### YOUR GOAL
For the entries that follow, count the lines containing the string "toBeDefined" and write only the number.

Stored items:
Segment Open
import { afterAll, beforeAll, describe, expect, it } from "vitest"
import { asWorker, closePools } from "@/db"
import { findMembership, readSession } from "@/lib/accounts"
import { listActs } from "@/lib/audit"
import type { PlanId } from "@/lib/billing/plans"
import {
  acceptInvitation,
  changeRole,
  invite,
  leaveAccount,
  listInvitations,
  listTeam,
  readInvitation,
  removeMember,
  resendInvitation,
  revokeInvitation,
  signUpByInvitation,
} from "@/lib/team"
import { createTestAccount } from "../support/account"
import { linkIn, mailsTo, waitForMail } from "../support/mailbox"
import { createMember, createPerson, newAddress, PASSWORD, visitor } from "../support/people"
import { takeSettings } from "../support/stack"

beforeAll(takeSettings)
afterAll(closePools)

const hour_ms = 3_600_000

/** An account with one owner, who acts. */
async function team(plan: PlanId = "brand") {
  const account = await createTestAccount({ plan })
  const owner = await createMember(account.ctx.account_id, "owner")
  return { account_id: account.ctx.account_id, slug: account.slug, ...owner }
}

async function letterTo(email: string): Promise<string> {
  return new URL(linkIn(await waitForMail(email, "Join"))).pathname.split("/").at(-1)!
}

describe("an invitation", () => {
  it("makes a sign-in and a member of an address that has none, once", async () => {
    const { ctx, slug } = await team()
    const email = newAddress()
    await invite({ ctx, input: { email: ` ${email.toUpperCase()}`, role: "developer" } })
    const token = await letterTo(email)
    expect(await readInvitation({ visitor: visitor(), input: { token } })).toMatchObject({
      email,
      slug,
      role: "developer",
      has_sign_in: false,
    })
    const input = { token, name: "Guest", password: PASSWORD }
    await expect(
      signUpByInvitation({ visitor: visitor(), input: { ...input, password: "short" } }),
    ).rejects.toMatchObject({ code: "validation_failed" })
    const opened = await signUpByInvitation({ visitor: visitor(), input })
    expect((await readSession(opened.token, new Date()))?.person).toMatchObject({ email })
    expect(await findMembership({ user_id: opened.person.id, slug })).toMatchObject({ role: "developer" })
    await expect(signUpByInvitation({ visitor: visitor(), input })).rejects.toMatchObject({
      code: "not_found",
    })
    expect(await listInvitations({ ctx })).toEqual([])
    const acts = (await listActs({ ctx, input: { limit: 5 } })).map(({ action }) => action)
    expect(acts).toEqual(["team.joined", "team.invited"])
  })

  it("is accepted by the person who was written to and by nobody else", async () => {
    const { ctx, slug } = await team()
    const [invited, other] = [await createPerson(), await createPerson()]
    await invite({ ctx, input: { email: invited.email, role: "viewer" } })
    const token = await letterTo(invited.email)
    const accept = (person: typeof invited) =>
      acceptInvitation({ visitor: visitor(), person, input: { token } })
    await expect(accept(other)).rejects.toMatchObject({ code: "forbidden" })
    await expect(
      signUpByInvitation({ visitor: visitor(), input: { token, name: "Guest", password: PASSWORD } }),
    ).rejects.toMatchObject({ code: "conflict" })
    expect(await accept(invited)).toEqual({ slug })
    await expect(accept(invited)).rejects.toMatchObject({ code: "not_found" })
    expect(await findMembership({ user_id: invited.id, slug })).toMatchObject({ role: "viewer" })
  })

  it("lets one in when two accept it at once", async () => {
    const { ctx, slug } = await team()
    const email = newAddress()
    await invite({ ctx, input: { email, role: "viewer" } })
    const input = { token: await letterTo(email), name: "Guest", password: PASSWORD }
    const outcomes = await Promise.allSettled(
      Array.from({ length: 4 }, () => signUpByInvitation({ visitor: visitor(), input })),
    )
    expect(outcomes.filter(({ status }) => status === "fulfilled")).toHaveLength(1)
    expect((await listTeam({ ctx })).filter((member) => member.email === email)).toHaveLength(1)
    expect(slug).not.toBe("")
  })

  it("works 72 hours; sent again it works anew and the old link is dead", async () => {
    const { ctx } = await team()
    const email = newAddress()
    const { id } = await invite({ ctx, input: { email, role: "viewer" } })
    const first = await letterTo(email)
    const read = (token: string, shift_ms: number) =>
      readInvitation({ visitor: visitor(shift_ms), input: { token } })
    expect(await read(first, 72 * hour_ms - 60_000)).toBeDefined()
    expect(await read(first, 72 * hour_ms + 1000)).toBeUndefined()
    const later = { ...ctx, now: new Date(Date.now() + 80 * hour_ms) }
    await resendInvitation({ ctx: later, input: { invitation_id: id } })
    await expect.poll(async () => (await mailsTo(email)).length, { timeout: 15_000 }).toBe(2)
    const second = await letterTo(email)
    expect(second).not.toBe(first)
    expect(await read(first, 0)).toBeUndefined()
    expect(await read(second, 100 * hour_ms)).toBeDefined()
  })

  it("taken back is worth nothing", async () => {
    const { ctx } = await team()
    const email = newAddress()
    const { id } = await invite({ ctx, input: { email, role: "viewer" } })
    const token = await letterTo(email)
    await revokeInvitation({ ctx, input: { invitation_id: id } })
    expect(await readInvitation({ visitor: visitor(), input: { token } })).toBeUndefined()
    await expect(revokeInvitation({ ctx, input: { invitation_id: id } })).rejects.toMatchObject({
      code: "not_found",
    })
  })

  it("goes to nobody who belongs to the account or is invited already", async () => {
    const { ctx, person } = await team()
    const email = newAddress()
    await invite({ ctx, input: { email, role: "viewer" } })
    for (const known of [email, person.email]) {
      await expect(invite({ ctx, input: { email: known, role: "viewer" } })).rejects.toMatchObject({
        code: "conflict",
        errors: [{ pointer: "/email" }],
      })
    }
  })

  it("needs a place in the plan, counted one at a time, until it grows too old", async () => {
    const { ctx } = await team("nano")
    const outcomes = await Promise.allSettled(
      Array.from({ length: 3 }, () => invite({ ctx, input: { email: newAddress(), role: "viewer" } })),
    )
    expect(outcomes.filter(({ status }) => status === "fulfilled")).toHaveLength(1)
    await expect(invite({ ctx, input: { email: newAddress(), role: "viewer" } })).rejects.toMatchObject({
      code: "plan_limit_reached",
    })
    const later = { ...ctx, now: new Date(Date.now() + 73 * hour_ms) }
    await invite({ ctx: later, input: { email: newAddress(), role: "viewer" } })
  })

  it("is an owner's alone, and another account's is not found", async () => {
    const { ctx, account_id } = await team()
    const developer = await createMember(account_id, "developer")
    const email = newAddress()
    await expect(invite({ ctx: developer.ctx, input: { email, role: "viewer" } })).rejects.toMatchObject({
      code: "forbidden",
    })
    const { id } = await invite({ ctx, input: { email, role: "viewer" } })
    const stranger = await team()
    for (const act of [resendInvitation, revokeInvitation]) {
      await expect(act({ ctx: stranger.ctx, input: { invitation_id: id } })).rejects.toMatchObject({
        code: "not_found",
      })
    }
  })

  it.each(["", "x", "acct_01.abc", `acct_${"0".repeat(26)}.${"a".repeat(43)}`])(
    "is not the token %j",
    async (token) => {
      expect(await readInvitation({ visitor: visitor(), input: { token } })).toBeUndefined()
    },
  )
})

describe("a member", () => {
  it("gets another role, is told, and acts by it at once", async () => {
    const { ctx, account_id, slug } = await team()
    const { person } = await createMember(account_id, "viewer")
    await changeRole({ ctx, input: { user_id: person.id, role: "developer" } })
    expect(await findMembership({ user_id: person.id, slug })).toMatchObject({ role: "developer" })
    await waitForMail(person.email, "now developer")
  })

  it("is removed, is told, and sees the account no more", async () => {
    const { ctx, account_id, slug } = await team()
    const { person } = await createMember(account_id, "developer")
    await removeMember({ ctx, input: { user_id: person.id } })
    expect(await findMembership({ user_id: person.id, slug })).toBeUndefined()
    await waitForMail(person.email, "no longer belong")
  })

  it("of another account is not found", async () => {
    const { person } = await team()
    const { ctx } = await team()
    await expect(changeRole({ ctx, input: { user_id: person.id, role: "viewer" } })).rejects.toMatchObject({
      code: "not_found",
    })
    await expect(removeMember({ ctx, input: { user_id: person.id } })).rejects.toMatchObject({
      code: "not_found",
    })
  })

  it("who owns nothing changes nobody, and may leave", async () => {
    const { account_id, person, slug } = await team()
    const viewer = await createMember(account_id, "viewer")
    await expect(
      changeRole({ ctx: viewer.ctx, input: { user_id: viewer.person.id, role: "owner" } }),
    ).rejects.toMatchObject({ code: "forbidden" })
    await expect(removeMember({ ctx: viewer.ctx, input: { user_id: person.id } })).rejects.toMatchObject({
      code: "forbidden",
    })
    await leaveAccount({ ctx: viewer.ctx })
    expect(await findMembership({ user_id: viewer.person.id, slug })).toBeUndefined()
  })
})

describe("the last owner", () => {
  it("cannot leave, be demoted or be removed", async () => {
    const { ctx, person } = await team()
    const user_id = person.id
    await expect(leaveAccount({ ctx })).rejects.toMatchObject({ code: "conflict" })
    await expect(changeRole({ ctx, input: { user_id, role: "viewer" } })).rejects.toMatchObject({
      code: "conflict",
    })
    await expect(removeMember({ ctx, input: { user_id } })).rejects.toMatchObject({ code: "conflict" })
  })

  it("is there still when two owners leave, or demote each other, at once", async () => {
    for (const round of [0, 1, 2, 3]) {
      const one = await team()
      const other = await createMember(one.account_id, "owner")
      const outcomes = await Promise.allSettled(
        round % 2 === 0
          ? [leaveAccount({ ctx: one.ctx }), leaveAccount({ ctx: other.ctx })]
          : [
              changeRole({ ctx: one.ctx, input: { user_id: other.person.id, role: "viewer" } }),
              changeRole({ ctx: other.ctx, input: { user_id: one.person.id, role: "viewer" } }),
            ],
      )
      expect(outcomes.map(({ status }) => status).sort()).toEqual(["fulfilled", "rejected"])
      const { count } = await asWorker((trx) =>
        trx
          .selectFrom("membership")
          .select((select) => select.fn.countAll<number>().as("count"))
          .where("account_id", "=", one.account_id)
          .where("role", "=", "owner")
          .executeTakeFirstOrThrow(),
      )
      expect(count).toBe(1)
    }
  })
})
Segment Closed
Segment Open
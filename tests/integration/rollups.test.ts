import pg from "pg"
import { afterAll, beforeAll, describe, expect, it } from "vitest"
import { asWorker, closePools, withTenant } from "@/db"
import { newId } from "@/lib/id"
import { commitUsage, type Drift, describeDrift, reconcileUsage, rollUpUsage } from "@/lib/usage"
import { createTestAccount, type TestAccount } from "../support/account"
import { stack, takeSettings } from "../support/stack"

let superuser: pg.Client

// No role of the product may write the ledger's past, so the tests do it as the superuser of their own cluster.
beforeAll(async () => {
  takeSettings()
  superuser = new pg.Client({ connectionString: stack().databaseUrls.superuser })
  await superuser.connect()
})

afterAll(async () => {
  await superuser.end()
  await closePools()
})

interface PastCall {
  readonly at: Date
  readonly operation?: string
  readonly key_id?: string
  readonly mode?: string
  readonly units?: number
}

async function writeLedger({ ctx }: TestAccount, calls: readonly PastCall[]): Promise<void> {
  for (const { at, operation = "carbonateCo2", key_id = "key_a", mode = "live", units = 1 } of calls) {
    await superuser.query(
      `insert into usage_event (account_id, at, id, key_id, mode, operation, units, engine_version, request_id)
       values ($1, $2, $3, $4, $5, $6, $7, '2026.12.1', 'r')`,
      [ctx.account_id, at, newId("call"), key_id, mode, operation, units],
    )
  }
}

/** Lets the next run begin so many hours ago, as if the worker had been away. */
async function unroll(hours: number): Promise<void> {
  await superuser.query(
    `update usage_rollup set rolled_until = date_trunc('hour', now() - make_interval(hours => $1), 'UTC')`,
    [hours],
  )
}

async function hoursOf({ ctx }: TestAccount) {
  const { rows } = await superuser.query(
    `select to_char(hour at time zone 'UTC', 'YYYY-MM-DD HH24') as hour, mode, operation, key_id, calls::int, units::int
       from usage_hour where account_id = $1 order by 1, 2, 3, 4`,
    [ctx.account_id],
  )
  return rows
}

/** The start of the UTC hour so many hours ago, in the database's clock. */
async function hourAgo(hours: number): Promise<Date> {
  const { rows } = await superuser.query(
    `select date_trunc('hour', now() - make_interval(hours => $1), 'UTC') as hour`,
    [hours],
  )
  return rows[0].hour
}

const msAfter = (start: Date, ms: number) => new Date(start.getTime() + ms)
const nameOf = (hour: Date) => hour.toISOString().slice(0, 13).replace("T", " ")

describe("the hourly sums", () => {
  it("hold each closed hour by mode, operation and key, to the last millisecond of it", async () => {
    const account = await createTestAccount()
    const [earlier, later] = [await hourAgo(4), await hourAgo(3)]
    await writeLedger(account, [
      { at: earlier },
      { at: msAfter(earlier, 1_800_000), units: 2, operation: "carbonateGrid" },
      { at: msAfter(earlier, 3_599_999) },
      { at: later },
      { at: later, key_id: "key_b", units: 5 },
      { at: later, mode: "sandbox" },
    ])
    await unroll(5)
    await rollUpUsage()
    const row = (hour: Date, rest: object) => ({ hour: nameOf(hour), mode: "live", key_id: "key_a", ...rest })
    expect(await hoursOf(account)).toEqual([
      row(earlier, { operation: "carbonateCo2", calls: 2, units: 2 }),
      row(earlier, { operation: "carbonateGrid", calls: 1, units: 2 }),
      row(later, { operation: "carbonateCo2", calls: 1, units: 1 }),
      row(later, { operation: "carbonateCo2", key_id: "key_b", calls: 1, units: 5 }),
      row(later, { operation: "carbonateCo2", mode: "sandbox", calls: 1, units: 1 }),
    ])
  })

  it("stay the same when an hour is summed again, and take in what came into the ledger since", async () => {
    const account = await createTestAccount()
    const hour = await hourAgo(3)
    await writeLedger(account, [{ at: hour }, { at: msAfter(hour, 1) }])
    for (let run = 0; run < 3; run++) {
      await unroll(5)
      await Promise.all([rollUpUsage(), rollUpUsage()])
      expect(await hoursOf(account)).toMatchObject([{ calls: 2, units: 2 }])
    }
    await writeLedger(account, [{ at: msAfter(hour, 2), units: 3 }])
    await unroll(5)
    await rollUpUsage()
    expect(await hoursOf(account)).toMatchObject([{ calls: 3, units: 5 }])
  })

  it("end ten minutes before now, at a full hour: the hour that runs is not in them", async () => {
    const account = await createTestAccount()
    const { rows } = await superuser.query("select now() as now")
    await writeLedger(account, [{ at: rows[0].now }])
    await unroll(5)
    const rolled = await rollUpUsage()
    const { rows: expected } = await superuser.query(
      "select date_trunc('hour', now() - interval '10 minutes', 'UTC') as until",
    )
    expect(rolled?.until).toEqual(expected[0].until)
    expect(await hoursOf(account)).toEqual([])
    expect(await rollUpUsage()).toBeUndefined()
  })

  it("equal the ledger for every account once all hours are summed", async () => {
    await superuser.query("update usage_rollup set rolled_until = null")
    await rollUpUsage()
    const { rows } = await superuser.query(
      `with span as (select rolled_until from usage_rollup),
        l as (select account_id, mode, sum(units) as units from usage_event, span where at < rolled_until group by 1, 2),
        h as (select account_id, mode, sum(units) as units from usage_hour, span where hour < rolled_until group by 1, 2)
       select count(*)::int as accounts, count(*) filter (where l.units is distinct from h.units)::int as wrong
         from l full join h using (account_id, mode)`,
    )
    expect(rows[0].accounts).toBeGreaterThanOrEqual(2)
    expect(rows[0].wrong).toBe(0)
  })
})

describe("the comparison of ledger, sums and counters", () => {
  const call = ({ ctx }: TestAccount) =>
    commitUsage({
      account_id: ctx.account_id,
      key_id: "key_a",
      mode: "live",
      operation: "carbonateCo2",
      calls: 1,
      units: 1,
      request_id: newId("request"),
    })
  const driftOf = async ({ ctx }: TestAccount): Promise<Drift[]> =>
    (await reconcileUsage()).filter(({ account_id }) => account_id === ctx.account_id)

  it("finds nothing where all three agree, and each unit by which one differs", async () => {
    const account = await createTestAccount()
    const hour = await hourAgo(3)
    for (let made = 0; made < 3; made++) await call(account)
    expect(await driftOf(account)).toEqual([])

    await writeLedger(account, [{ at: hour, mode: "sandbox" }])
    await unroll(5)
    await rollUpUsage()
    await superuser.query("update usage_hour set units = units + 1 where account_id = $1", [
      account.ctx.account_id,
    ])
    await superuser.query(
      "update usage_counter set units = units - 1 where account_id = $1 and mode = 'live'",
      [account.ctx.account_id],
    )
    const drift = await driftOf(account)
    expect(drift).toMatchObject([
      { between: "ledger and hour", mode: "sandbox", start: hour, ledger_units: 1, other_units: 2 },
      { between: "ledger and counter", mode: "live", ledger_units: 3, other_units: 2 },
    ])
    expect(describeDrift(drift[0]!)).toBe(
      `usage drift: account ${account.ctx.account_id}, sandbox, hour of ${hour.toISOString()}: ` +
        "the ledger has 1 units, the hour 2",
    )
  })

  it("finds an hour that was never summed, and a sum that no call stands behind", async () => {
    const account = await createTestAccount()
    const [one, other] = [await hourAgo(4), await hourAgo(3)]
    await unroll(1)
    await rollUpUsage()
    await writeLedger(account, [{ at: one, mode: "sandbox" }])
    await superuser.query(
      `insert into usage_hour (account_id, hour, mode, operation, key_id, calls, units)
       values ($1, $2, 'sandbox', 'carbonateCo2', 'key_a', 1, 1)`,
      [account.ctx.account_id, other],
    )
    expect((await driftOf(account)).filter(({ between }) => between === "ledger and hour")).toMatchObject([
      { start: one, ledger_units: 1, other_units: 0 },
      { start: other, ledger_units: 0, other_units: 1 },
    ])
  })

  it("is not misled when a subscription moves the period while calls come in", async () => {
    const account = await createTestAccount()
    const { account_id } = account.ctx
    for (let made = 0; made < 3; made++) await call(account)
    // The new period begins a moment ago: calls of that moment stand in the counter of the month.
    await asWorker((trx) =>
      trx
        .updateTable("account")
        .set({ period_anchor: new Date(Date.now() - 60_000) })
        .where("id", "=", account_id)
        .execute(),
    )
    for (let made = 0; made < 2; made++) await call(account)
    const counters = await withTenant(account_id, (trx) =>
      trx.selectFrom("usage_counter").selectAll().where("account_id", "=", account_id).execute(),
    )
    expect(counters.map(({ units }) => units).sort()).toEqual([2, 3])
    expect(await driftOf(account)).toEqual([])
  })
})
Segment Closed
Segment Open
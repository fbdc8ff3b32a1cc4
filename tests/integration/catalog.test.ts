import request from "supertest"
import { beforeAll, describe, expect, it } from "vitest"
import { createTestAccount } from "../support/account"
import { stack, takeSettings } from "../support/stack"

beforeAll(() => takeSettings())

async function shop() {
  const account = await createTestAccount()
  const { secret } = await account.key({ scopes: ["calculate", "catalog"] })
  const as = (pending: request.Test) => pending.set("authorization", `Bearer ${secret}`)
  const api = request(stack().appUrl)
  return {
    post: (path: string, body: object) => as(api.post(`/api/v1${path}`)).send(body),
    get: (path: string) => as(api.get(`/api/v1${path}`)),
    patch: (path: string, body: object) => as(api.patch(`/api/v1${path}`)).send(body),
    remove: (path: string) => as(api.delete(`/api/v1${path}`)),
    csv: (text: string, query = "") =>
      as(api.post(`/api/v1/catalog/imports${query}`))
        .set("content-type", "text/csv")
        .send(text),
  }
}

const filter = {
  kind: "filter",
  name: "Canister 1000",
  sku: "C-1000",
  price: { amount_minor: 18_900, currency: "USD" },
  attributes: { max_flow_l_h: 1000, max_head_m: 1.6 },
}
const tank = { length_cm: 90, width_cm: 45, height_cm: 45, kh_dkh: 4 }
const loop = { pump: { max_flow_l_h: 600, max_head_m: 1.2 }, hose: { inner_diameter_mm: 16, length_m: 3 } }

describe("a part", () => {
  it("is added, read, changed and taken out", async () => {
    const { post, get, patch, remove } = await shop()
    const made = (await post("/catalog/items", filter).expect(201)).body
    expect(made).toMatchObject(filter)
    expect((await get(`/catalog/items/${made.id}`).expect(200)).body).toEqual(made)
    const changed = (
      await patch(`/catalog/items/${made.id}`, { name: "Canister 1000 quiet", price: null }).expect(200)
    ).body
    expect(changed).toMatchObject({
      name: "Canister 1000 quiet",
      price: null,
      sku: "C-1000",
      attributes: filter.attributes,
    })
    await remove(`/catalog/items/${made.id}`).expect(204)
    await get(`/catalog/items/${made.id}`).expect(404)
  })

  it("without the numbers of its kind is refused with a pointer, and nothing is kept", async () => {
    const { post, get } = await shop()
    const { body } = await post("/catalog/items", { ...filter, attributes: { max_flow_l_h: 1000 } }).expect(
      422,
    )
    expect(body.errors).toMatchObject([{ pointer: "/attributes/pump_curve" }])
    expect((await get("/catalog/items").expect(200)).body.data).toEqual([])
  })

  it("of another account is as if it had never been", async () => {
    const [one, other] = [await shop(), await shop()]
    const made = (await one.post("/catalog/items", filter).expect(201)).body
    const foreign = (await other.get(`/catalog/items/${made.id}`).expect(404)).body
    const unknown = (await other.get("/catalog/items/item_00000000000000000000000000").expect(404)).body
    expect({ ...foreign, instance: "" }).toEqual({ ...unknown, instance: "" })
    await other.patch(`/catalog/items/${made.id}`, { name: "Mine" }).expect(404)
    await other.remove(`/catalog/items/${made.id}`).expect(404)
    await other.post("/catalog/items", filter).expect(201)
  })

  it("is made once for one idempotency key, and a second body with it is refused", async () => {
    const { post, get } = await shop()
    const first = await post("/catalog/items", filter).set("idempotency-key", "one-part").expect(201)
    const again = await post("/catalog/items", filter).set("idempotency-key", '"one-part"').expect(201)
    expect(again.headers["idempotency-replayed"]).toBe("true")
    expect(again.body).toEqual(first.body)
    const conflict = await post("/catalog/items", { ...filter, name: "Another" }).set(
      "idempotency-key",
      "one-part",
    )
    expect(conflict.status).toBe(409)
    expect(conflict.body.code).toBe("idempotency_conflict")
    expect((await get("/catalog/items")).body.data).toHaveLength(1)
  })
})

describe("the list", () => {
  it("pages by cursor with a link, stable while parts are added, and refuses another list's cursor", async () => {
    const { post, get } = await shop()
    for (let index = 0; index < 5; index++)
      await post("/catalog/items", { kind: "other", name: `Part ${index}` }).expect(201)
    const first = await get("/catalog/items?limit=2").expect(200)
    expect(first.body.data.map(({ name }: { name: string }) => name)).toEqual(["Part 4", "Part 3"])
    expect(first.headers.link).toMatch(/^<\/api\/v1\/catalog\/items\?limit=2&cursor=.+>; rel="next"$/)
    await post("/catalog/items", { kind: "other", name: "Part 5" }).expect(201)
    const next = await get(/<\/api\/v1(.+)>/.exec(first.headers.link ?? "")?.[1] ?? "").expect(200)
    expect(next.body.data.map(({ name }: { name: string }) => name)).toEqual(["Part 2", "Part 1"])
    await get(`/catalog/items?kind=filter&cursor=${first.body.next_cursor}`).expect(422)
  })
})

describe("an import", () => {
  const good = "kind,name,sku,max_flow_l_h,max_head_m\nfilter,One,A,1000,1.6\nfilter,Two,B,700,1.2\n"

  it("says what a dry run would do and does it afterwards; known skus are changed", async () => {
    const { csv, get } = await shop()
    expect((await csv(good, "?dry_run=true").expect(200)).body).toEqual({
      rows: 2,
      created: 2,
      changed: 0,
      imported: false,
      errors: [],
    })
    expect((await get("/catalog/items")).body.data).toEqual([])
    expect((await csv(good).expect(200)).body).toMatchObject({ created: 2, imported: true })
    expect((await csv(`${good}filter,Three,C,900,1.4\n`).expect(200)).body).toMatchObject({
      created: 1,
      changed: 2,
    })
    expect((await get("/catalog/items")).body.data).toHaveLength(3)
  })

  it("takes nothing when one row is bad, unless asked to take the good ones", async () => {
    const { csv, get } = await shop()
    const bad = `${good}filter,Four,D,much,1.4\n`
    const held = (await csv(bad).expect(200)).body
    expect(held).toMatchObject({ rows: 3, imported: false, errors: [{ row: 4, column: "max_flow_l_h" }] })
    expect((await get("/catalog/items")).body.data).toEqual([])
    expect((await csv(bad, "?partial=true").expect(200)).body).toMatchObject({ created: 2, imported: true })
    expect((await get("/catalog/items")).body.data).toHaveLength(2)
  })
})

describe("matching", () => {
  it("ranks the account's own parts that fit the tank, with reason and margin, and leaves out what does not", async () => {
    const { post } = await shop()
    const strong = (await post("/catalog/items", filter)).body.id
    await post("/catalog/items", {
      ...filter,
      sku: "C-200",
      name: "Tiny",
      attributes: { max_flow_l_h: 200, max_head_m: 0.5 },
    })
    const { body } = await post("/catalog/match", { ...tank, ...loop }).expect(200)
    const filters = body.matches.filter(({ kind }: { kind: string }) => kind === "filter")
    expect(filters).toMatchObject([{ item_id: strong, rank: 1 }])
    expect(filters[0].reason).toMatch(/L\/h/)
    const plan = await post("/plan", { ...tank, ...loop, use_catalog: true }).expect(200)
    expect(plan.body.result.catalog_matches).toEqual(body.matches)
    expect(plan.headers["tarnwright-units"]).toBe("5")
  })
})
Segment Closed
### RESULT BELOW
2